SUPPLIED MATERIAL>
━━━━━━━━

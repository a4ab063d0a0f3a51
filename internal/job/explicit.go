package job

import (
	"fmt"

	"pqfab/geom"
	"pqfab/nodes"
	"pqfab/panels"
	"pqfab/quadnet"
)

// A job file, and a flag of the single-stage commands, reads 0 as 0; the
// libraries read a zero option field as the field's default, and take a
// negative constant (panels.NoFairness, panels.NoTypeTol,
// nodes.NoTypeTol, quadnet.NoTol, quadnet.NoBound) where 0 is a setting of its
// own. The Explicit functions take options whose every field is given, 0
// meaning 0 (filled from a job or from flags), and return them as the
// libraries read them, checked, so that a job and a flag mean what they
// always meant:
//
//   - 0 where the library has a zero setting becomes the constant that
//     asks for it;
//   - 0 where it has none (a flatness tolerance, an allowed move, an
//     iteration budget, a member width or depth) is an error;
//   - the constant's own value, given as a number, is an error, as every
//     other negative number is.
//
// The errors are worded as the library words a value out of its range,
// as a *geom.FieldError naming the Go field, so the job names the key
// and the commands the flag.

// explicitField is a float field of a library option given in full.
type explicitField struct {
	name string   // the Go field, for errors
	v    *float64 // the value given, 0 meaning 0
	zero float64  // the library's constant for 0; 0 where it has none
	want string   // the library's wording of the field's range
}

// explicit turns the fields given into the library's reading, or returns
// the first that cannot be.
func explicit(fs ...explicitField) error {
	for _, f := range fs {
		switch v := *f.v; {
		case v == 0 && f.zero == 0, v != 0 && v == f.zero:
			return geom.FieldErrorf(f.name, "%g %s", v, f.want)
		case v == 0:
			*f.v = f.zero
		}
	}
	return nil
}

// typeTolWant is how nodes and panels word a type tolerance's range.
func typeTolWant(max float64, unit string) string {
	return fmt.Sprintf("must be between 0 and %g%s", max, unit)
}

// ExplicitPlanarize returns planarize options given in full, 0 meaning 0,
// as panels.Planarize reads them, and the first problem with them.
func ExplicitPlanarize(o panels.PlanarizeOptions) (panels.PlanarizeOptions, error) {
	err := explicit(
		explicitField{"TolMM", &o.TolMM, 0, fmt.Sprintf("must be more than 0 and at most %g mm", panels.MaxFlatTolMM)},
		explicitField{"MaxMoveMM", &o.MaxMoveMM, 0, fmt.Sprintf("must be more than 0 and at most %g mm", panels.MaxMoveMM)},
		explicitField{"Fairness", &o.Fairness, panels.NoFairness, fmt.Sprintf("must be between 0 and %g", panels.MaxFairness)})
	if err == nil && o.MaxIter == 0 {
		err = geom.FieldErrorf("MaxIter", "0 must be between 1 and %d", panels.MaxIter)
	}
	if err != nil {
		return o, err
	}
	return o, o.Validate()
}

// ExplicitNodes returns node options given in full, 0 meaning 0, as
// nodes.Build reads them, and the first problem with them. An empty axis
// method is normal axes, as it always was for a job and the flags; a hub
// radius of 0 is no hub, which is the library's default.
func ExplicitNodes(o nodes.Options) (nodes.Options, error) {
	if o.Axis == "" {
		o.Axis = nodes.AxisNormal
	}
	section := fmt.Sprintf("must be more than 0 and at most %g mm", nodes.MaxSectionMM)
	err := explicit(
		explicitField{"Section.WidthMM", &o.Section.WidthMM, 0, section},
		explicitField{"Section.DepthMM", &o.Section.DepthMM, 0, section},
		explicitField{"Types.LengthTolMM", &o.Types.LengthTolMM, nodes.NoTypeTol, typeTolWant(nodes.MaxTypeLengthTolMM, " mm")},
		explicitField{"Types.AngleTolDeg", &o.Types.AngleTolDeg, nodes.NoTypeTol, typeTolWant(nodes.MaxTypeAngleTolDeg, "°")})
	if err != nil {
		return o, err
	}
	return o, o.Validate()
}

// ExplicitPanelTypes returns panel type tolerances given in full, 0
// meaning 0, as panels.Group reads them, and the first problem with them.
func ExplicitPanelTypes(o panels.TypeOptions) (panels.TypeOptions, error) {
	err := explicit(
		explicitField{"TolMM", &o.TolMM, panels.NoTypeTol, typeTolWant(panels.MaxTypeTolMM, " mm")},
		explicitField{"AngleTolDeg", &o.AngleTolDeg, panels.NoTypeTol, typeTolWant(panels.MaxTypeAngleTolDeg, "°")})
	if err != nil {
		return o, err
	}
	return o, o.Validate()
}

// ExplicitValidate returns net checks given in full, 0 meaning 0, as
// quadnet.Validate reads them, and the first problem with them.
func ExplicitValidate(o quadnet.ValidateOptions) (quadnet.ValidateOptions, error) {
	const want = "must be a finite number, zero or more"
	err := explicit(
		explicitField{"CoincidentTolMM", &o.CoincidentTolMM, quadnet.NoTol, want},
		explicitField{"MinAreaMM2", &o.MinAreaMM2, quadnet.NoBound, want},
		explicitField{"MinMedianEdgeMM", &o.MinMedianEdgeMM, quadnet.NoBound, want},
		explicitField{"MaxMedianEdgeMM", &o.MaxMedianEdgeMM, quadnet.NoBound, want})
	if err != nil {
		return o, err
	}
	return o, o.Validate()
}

━━━━━━━━

WHAT TO PRODUCE>
Please write out each line of the listing above exactly.

EXERCISE RESULT>
repository a4ab063d0a0f3a51
filename internal/job/explicit.go
package job

import (
	"fmt"

	"pqfab/geom"
	"pqfab/nodes"
	"pqfab/panels"
	"pqfab/quadnet"
)

// A job file, and a flag of the single-stage commands, reads 0 as 0; the
// libraries read a zero option field as the field's default, and take a
// negative constant (panels.NoFairness, panels.NoTypeTol,
// nodes.NoTypeTol, quadnet.NoTol, quadnet.NoBound) where 0 is a setting of its
// own. The Explicit functions take options whose every field is given, 0
// meaning 0 (filled from a job or from flags), and return them as the
// libraries read them, checked, so that a job and a flag mean what they
// always meant:
//
//   - 0 where the library has a zero setting becomes the constant that
//     asks for it;
//   - 0 where it has none (a flatness tolerance, an allowed move, an
//     iteration budget, a member width or depth) is an error;
//   - the constant's own value, given as a number, is an error, as every
//     other negative number is.
//
// The errors are worded as the library words a value out of its range,
// as a *geom.FieldError naming the Go field, so the job names the key
// and the commands the flag.

// explicitField is a float field of a library option given in full.
type explicitField struct {
	name string   // the Go field, for errors
	v    *float64 // the value given, 0 meaning 0
	zero float64  // the library's constant for 0; 0 where it has none
	want string   // the library's wording of the field's range
}

// explicit turns the fields given into the library's reading, or returns
// the first that cannot be.
func explicit(fs ...explicitField) error {
	for _, f := range fs {
		switch v := *f.v; {
		case v == 0 && f.zero == 0, v != 0 && v == f.zero:
			return geom.FieldErrorf(f.name, "%g %s", v, f.want)
		case v == 0:
			*f.v = f.zero
		}
	}
	return nil
}

// typeTolWant is how nodes and panels word a type tolerance's range.
func typeTolWant(max float64, unit string) string {
	return fmt.Sprintf("must be between 0 and %g%s", max, unit)
}

// ExplicitPlanarize returns planarize options given in full, 0 meaning 0,
// as panels.Planarize reads them, and the first problem with them.
func ExplicitPlanarize(o panels.PlanarizeOptions) (panels.PlanarizeOptions, error) {
	err := explicit(
		explicitField{"TolMM", &o.TolMM, 0, fmt.Sprintf("must be more than 0 and at most %g mm", panels.MaxFlatTolMM)},
		explicitField{"MaxMoveMM", &o.MaxMoveMM, 0, fmt.Sprintf("must be more than 0 and at most %g mm", panels.MaxMoveMM)},
		explicitField{"Fairness", &o.Fairness, panels.NoFairness, fmt.Sprintf("must be between 0 and %g", panels.MaxFairness)})
	if err == nil && o.MaxIter == 0 {
		err = geom.FieldErrorf("MaxIter", "0 must be between 1 and %d", panels.MaxIter)
	}
	if err != nil {
		return o, err
	}
	return o, o.Validate()
}

// ExplicitNodes returns node options given in full, 0 meaning 0, as
// nodes.Build reads them, and the first problem with them. An empty axis
// method is normal axes, as it always was for a job and the flags; a hub
// radius of 0 is no hub, which is the library's default.
func ExplicitNodes(o nodes.Options) (nodes.Options, error) {
	if o.Axis == "" {
		o.Axis = nodes.AxisNormal
	}
	section := fmt.Sprintf("must be more than 0 and at most %g mm", nodes.MaxSectionMM)
	err := explicit(
		explicitField{"Section.WidthMM", &o.Section.WidthMM, 0, section},
		explicitField{"Section.DepthMM", &o.Section.DepthMM, 0, section},
		explicitField{"Types.LengthTolMM", &o.Types.LengthTolMM, nodes.NoTypeTol, typeTolWant(nodes.MaxTypeLengthTolMM, " mm")},
		explicitField{"Types.AngleTolDeg", &o.Types.AngleTolDeg, nodes.NoTypeTol, typeTolWant(nodes.MaxTypeAngleTolDeg, "°")})
	if err != nil {
		return o, err
	}
	return o, o.Validate()
}

// ExplicitPanelTypes returns panel type tolerances given in full, 0
// meaning 0, as panels.Group reads them, and the first problem with them.
func ExplicitPanelTypes(o panels.TypeOptions) (panels.TypeOptions, error) {
	err := explicit(
		explicitField{"TolMM", &o.TolMM, panels.NoTypeTol, typeTolWant(panels.MaxTypeTolMM, " mm")},
		explicitField{"AngleTolDeg", &o.AngleTolDeg, panels.NoTypeTol, typeTolWant(panels.MaxTypeAngleTolDeg, "°")})
	if err != nil {
		return o, err
	}
	return o, o.Validate()
}

// ExplicitValidate returns net checks given in full, 0 meaning 0, as
// quadnet.Validate reads them, and the first problem with them.
func ExplicitValidate(o quadnet.ValidateOptions) (quadnet.ValidateOptions, error) {
	const want = "must be a finite number, zero or more"
	err := explicit(
		explicitField{"CoincidentTolMM", &o.CoincidentTolMM, quadnet.NoTol, want},
		explicitField{"MinAreaMM2", &o.MinAreaMM2, quadnet.NoBound, want},
		explicitField{"MinMedianEdgeMM", &o.MinMedianEdgeMM, quadnet.NoBound, want},
		explicitField{"MaxMedianEdgeMM", &o.MaxMedianEdgeMM, quadnet.NoBound, want})
	if err != nil {
		return o, err
	}
	return o, o.Validate()
}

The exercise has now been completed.